Factors that can play a role in aerophobia include experiencing a traumatic flight or plane crash, or even watching one on the news, and growing up with parents with a fear of flying. Aerophobia can also be rooted in an entirely different conflict. For example, aerophobia that develops soon after a job promotion that requires you to travel could be caused by concerns about what impact the job itself may have on daily life.
Tips for coping with phobias and where to seek help
Living with a phobia can be difficult. But, the good news is that there are steps you can take to help you overcome your fears and treatment, should you need it, is often fairly successful.
Some self-care tips for phobias that you might like to consider include…
- Practising anti-anxiety breathing exercises
- Talking to someone you trust
- Joining a local or online support group. Search for local peer support on the Mind website.
- Exploring self-help resources designed for people with phobias.
Remember, different things will work for different people so it’s important to do what you feel most comfortable with.

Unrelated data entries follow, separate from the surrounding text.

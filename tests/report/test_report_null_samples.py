"""The report's null-model section draws fewer samples on large networks and says so.

Sample counts are netctl's own choice (common practice, no source); the check here is
that the count used is the count reported, against the result object of
``compare_to_null`` itself.
"""

from __future__ import annotations

import numpy as np

from netctl import StructuredSystem
from netctl.report.sections import (
    NULL_FEWER_ABOVE,
    NULL_SAMPLES,
    NULL_SAMPLES_LARGE,
    ReportContext,
    null_model_section,
)


def _random(n, seed):
    rng = np.random.default_rng(seed)
    e = np.unique(rng.integers(0, n, (2 * n, 2)), axis=0)  # no repeated links
    return StructuredSystem.from_edges(e[:, 0], e[:, 1], n)


def test_large_network_uses_fewer_samples_and_says_how_many():
    n = NULL_FEWER_ABOVE + 1
    sec = null_model_section(ReportContext(system=_random(n, 1)))
    assert sec is not None
    assert sec.data["n_samples"] == NULL_SAMPLES_LARGE < NULL_SAMPLES
    text = sec.blocks[0].text
    assert f"{NULL_SAMPLES_LARGE} random networks" in text
    assert f"Only {NULL_SAMPLES_LARGE} samples above {NULL_FEWER_ABOVE} states" in text
    assert "netctl compare --samples N" in text


def test_smaller_network_keeps_the_full_count():
    sec = null_model_section(ReportContext(system=_random(300, 2)))
    assert sec is not None and sec.data["n_samples"] == NULL_SAMPLES
    assert "Only" not in sec.blocks[0].text


def test_many_links_on_few_states_use_fewer_samples_or_none(monkeypatch):
    # a dense block: few states, many links; the count of links drives the samples too
    from netctl.report import sections

    monkeypatch.setattr(sections, "NULL_FEWER_LINKS_ABOVE", 500)
    s = _random(300, 3)
    assert s.n_states <= NULL_FEWER_ABOVE and s.n_links > 500
    sec = null_model_section(ReportContext(system=s))
    assert sec is not None and sec.data["n_samples"] == NULL_SAMPLES_LARGE
    assert f"Only {NULL_SAMPLES_LARGE} samples above 500 links" in sec.blocks[0].text
    monkeypatch.setattr(sections, "NULL_LINKS_LIMIT", 500)
    ctx = ReportContext(system=s)
    assert null_model_section(ctx) is None
    assert any("over 500 links; run netctl compare" in m for m in ctx.missing)
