/**
 * The bench's one owner of side effects: it keeps the count in progress (moved only through the
 * state machine in _lib/bench-machine.ts), restores and saves it, sends captures or queues them
 * offline, records pieces-by-piece samples, marks the trace and reads the keys. BenchStation only
 * lays out what this returns.
 */
import { useCallback, useEffect, useEffectEvent, useMemo, useState } from 'react';
import type { ReadingSource } from '@/lib/scale/reading';
import { acceptGrowStep } from '@/lib/weighing/grow-sample';
import type { SpreadBelief } from '@/lib/weighing/spread-belief';
import { judgeKitLine } from '@/lib/weighing/tolerance';
import { describeWarning, type WarningCode } from '@/lib/weighing/warnings';
import type { ContainerDto } from '@/lib/contracts/containers';
import type { CountEventDto } from '@/lib/contracts/counts';
import type { PartDto } from '@/lib/contracts/parts';
import type { ScaleDto } from '@/lib/contracts/scales';
import { apiFetch } from '@/app/_components/api-client';
import { useSiteTime } from '@/app/_components/site-time';
import { calibrationOverdue } from '@/lib/metrology/calibration-due';
import { allows, canMoveScale, canUseKept, captureDone, move, moveScale, takeKept, type BenchEvent } from '../_lib/bench-machine';
import {
  chooseBinContainer,
  keepSample,
  parseKeptSample,
  parseSavedWork,
  pieceIncrements,
  readingScaleId,
  sampleOnPan,
  startWork,
  type BenchWork,
  type KeptSample,
} from '../_lib/bench-work';
import { createCaptureQueue, type QueuedCapture, type SendOutcome } from '../_lib/capture-queue';
import { buildCaptureBody } from '../_lib/capture-request';
import type { PipelineWork } from '../_lib/reading-pipeline';
import { DEFAULT_SAMPLE_QUANTITY, planNextGrow } from '../_lib/sample-advice';
import { adviseScales, judgeScale, type AdvisedScale } from '../_lib/scale-advice';
import { shortcutFor } from '../_lib/shortcuts';
import { describeSpread } from '../_lib/spread-note';
import { sampleStaysOnPan, type WorkItem } from '../_lib/work-item';
import { newRequestKey } from '@/app/_components/request-key';
import { browserStore } from './browser-store';
import type { StepActions } from './StepPanel';
import { useReadingFeed } from './use-reading-feed';

export interface BenchOptions {
  scales: ScaleDto[];
  containers: ContainerDto[];
  stabilityWindowMs: number;
  defaultPieceSpread: number;
}

const WORK_KEY = 'tallyforge.bench.work';
/** How often the bench asks for its scale's status (a lock-out shows within this). */
const SCALE_STATUS_POLL_MS = 3000;
const SCALE_KEY = 'tallyforge.bench.scale';
/** One sample kept when a count was stopped, for the next count of its part on this tablet. */
const KEPT_KEY = 'tallyforge.bench.kept';

export type Notice = { tone: 'fault' | 'ok' | 'info'; text: string; code?: WarningCode } | null;

// One capture request, whether sent at once or replayed from the offline queue; the key makes a retry safe.
function postCapture(key: string, body: unknown) {
  return apiFetch<CaptureAnswer>('/api/v1/counts', { method: 'POST', body, headers: { 'Idempotency-Key': key } });
}

function advisedScale(s: ScaleDto): AdvisedScale {
  return {
    id: s.id,
    name: s.name,
    division: s.division,
    repeatability: s.repeatability ?? 0,
    capacity: s.capacity,
    minLoad: s.minLoad,
    locked: s.status === 'locked',
  };
}

/** What the server answers a capture: the count, and for a bin count what became of the bin. */
export interface CaptureAnswer {
  count: CountEventDto;
  binCount: { bookQuantity: number; counted: number; variance: number; status: string } | null;
}

/** The steps that take a steady reading. */
export type SteadyAction = 'tare' | 'sample' | 'piece' | 'grow' | 'capture';

export const STEADY_ACTION_WORDS: Readonly<Record<SteadyAction, string>> = {
  tare: 'tare',
  sample: 'take the sample',
  piece: 'take the piece',
  grow: 'accept the grown sample',
  capture: 'capture the count',
};
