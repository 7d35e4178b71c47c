import { route } from '@/server/http/route';
import { evaluateCalibrationSchema } from '@/lib/contracts/calibration';
import { evaluateInUnit } from '@/server/services/calibration/evaluate';

export const POST = route({ access: 'calibration.manage', body: evaluateCalibrationSchema }, async ({ body }) => evaluateInUnit(body));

If you’re suffering from a phobia and would like professional help, it’s important to book an appointment with your GP, as they’ll be able to discuss treatment options with you. Professional treatment can include self-exposure therapy and talking therapies such as counselling, cognitive behavioral therapy (CBT), and psychotherapy.
If you’re supporting a loved one with a phobia, Mind offers guidance on how to help someone experiencing phobias that you might find helpful.
Having a phobia can have a significant impact on a person’s life. But while difficult and sometimes scary to deal with, it’s important to remember that you’re not alone. By leaning into the resources and self-care tips available to you, phobias are something that can be overcome.